I do have some views that could be of use, but I mean, I wasn't in this dialogue, you didn't invite me and so being a 'backseat participant' feels a tad odd. Conversations of this kind are more situational in my experience, and so even when you post it - I just assume that the Form and the Content might be separate. If things are otherwise, I'd love to chip in.

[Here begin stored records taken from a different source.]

@dataclass(frozen=True)
class BalanceProposal:
    """The balancer's answer for one panel.  ``panel`` is the proposed panel (input unchanged)."""

    panel_tag: str
    system: str
    options: BalanceOptions
    before: PhaseLoading
    after: PhaseLoading
    moves: tuple[Move, ...]
    breaker_moves: int  # moved breakers (space entries excluded)
    lower_bound_va: float  # proven lower bound on the largest phase VA (see phase_va_lower_bound)
    lower_bound_neutral_amps: float | None  # proven bound on I_N (neutral objective only)
    gap_pct: float | None  # (achieved − bound) / bound × 100 on the chosen objective; None if the bound is 0
    proven_optimal: bool  # gap ≤ 0.001 %: the objective is optimal (to solver tolerance)
    moves_minimal: bool  # the solver proved no arrangement within tolerance needs fewer moved breakers
    solver: str
    panel: Panel
    notes: tuple[str, ...] = ()

    def to_json(self) -> dict[str, object]:
        return {
            "panel": self.panel_tag,
            "system": self.system,
            "objective": self.options.objective.value,
            "before": self.before.to_json(),
            "after": self.after.to_json(),
            "lower_bound_va": round(self.lower_bound_va, 1),
            "lower_bound_neutral_amps": (
                None if self.lower_bound_neutral_amps is None else round(self.lower_bound_neutral_amps, 2)
            ),
            "gap_pct": None if self.gap_pct is None else round(self.gap_pct, 4),
            "proven_optimal": self.proven_optimal,
            "moves_minimal": self.moves_minimal,
            "solver": self.solver,
            "moves": [m.to_json() for m in self.moves],
            "breaker_moves": self.breaker_moves,
            "options": {
                "max_moves": self.options.max_moves,
                "keep_sides": self.options.keep_sides,
                "allow_spaces": self.options.allow_spaces,
                "tolerance_pct": self.options.tolerance_pct,
            },
            "notes": list(self.notes),
        }


# --------------------------------------------------------------------------- loading


def _spec(panel: Panel) -> SystemSpec:
    spec = SYSTEMS.get(panel.system)
    if spec is None:
        raise ProjectFileError([Problem(f"unknown system {panel.system!r}", panel.tag, field="system")])
    return spec


@dataclass(frozen=True)
class FeedLoad:
    """What a sub-feed breaker carries.

    ``va`` is the connected VA of everything below it.  For a panel fed from this one (same
    system: the project file requires it) ``phase_va`` and ``neutral_a`` give what it presents
    phase by phase — its phase A on this panel's A (on index r when its ``feeder_rotation`` is r),
    as the engine counts it — so the fixed load
    of the sub-feed is exact, not a third on each phase.  Without them (a transformer below)
    the trade convention splits ``va`` evenly over the breaker's poles.
    """

    va: float
    phase_va: Mapping[str, float] | None = None
    neutral_a: complex = 0j


def _feed(circuit: Circuit, feeds_va: Mapping[str, float | FeedLoad]) -> FeedLoad:
    value = feeds_va.get(circuit.feeds or "", 0.0)
    return value if isinstance(value, FeedLoad) else FeedLoad(float(value))


def circuit_load_va(circuit: Circuit, include_future: bool, feeds_va: Mapping[str, float | FeedLoad]) -> float:
    """VA a circuit counts with: its ``va`` (0 if absent), the subtree VA for ``feeds``, 0 if not counted."""
    if circuit.is_space or not circuit.counts(include_future):
        return 0.0
    if circuit.feeds is not None:
        return _feed(circuit, feeds_va).va
    return float(circuit.va or 0.0)


def _fixed_contribution(
    spec: SystemSpec, c: Circuit, include_future: bool, feeds_va: Mapping[str, float | FeedLoad]
) -> tuple[dict[str, float], complex]:
    """Phase VA and neutral phasor (fundamental) of a circuit where it stands."""
    va = circuit_load_va(c, include_future, feeds_va)
    if va == 0.0:
        return {}, 0j
    if c.feeds is not None:
        feed = _feed(c, feeds_va)
        if feed.phase_va is not None:
            return {p: x for p, x in feed.phase_va.items() if p in spec.phases}, feed.neutral_a
    return _placement_phase_va(spec, c.slot, max(c.poles, 1), va), _placement_neutral(
        spec, c.slot, c.poles, va, c.effective_pf
    )


@functools.lru_cache(maxsize=4096)
def _phases_at(spec: SystemSpec, slot: int, poles: int) -> tuple[str, ...]:
    return breaker_phases(spec, slot, poles)


def _placement_phase_va(spec: SystemSpec, slot: int, poles: int, va: float) -> dict[str, float]:
    phases = _phases_at(spec, slot, poles)
    share = va / len(phases)
    out: dict[str, float] = {}
    for p in phases:
        out[p] = out.get(p, 0.0) + share
    return out


def _placement_neutral(spec: SystemSpec, slot: int, poles: int, va: float, pf: float) -> complex:
    if poles != 1 or not spec.has_neutral or va == 0.0:
        return 0j
    v = spec.phase_voltage(breaker_phases(spec, slot, 1)[0])
    return cmath.rect(va / abs(v), cmath.phase(v) - math.acos(max(-1.0, min(1.0, pf))))


def panel_loading(
    panel: Panel, *, include_future: bool = False, feeds_va: Mapping[str, float | FeedLoad] | None = None
) -> PhaseLoading:
    """Phase VA (trade convention) and neutral current of a panel as arranged.

    Uses the calculation engine's own load functions (:mod:`server.calc.loads`) so the figures
    match ``panelwright calc``: the neutral current is the phasor sum of the line-to-neutral
    currents, with third-harmonic currents (``harmonic3_pct``) added in quadrature.
    """
    spec = _spec(panel)
    feeds = feeds_va or {}
    phase_va = dict.fromkeys(spec.phases, 0.0)
    neutral_terms: list[tuple[complex, float, complex]] = []
    for c in panel.circuits:
        va = circuit_load_va(c, include_future, feeds)
        if va == 0.0:
            continue
        if c.feeds is not None and _feed(c, feeds).phase_va is not None:
            contribution, neutral = _fixed_contribution(spec, c, include_future, feeds)
            for p, x in contribution.items():
                phase_va[p] += x
            neutral_terms.append((neutral, 0.0, 1.0))
            continue
        for p, x in loads.circuit_phase_va(spec, c.slot, c.poles, va).items():
            phase_va[p] += x
        if c.poles == 1 and spec.has_neutral:
            for p, current in loads.circuit_currents(spec, c.slot, 1, va, c.effective_pf).items():
                neutral_terms.append((current, c.harmonic3_pct, loads.triplen_rotation(spec, p)))
    return PhaseLoading(phase_va, loads.neutral_from_loads(neutral_terms) if spec.has_neutral else None)


def subtree_va(project: Project, tag: str, include_future: bool, _seen: frozenset[str] = frozenset()) -> float:
    """Connected VA of everything fed by element ``tag`` (panel or transformer), counted loads only."""
    if tag in _seen:  # a loop is reported by parse_project; never recurse forever
        return 0.0
    seen = _seen | {tag}
    panel = project.panel(tag)
    if panel is not None:
        total = 0.0
        for c in panel.circuits:
            if c.is_space or not c.counts(include_future):
                continue
            total += subtree_va(project, c.feeds, include_future, seen) if c.feeds else float(c.va or 0.0)
        return total
    xfmr = project.transformer(tag)
    if xfmr is None:
        return 0.0
    below = sum(subtree_va(project, p.tag, include_future, seen) for p in _panels_fed_from(project, tag))
    return below * (1.0 + xfmr.loss_pct / 100.0)


def _panels_fed_from(project: Project, tag: str) -> list[Panel]:
    """Panels fed straight from a transformer or source ``tag`` (by ``fed_from``)."""
    fed_by_circuit = {c.feeds for p in project.panels for c in p.circuits if c.feeds}
    return [p for p in project.panels if p.fed_from == tag and p.tag not in fed_by_circuit]


def presented_load(project: Project, tag: str, include_future: bool, _seen: frozenset[str] = frozenset()) -> FeedLoad:
    """What element ``tag`` presents to the breaker feeding it (see :class:`FeedLoad`)."""
    total = subtree_va(project, tag, include_future)
    panel = project.panel(tag)
    if panel is None or tag in _seen:
        return FeedLoad(total)
    spec = _spec(panel)
    seen = _seen | {tag}
    phase_va = dict.fromkeys(spec.phases, 0.0)
    neutral = 0j
    for c in panel.circuits:
        if c.is_space or not c.counts(include_future):
            continue
        if c.feeds is not None:
            child = presented_load(project, c.feeds, include_future, seen)
            contribution, n = _fixed_contribution(spec, c, include_future, {c.feeds: child})
        else:
            contribution, n = _fixed_contribution(spec, c, include_future, {})
        for p, x in contribution.items():
            phase_va[p] += x
        neutral += n
    if panel.feeder_rotation and len(phase_va) == 3:
        # Landed rotated: the parent sees the phases relabelled and the phasors turned by
        # exp(−j·120°·r), as the engine does (server.calc.engine._rotated).
        phase_va = rotate_phase_va(phase_va, panel.feeder_rotation)
        neutral *= cmath.rect(1.0, -2.0 * math.pi * panel.feeder_rotation / 3.0)
    return FeedLoad(total, phase_va, neutral)


def feeds_va_map(project: Project, panel: Panel, include_future: bool) -> dict[str, FeedLoad]:
    """The load each sub-feed breaker of ``panel`` carries, by the tag it feeds."""
    return {c.feeds: presented_load(project, c.feeds, include_future) for c in panel.circuits if c.feeds}


# --------------------------------------------------------------------------- moves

Healthy and productive dialogue is good to see, and getting closer to a workable goal, and the process hereto, has broader application. Seeing this kind of dialogue is something I would absolutely love to see, for various reasons. 
By exploring things in this way, many ideas and concepts might be 'helped' out of their shell by a little water in the form of understanding, willingness to understand and being on the same page enough to make useful plays that help the other person improve upon what they have already got. I believe seeing how this is done is useful, not only as an inspiration, but also a practical guide into how things 'could be', instead of chopping left and right. Moreover, it is a good alternative way to explore themes and ideas without the boxed form of writing a post or a question. I guess it caters more to the Extrovert processing side of things - where it is useful, and necessary, for progress to have someone to bounce your ideas off of. 

Kindly,
Caerulea-Lawrence

I wasn't in this dialogue, you didn't invite me and so being a 'backseat participant' feels a tad odd

Thanks for sharing this. I generally want dialogues to feel open for comment afterwards

Thanks,

I guess if I were there, I guess I would have wanted to connect what you talked about to specific terms that might further clarify what kind of solution(s) you were looking for. Or, in plain English, to ask which of these needs-categories (NVC-list page 3&4) would best fit what you wanted to talk about. 

I mean, you are already meeting a lot of needs, but if you go back to the start, and you ask Which of these categories of needs best fit what you feel right now - It might have served as a decent anchor point both of you could have used to fill in confusing blanks.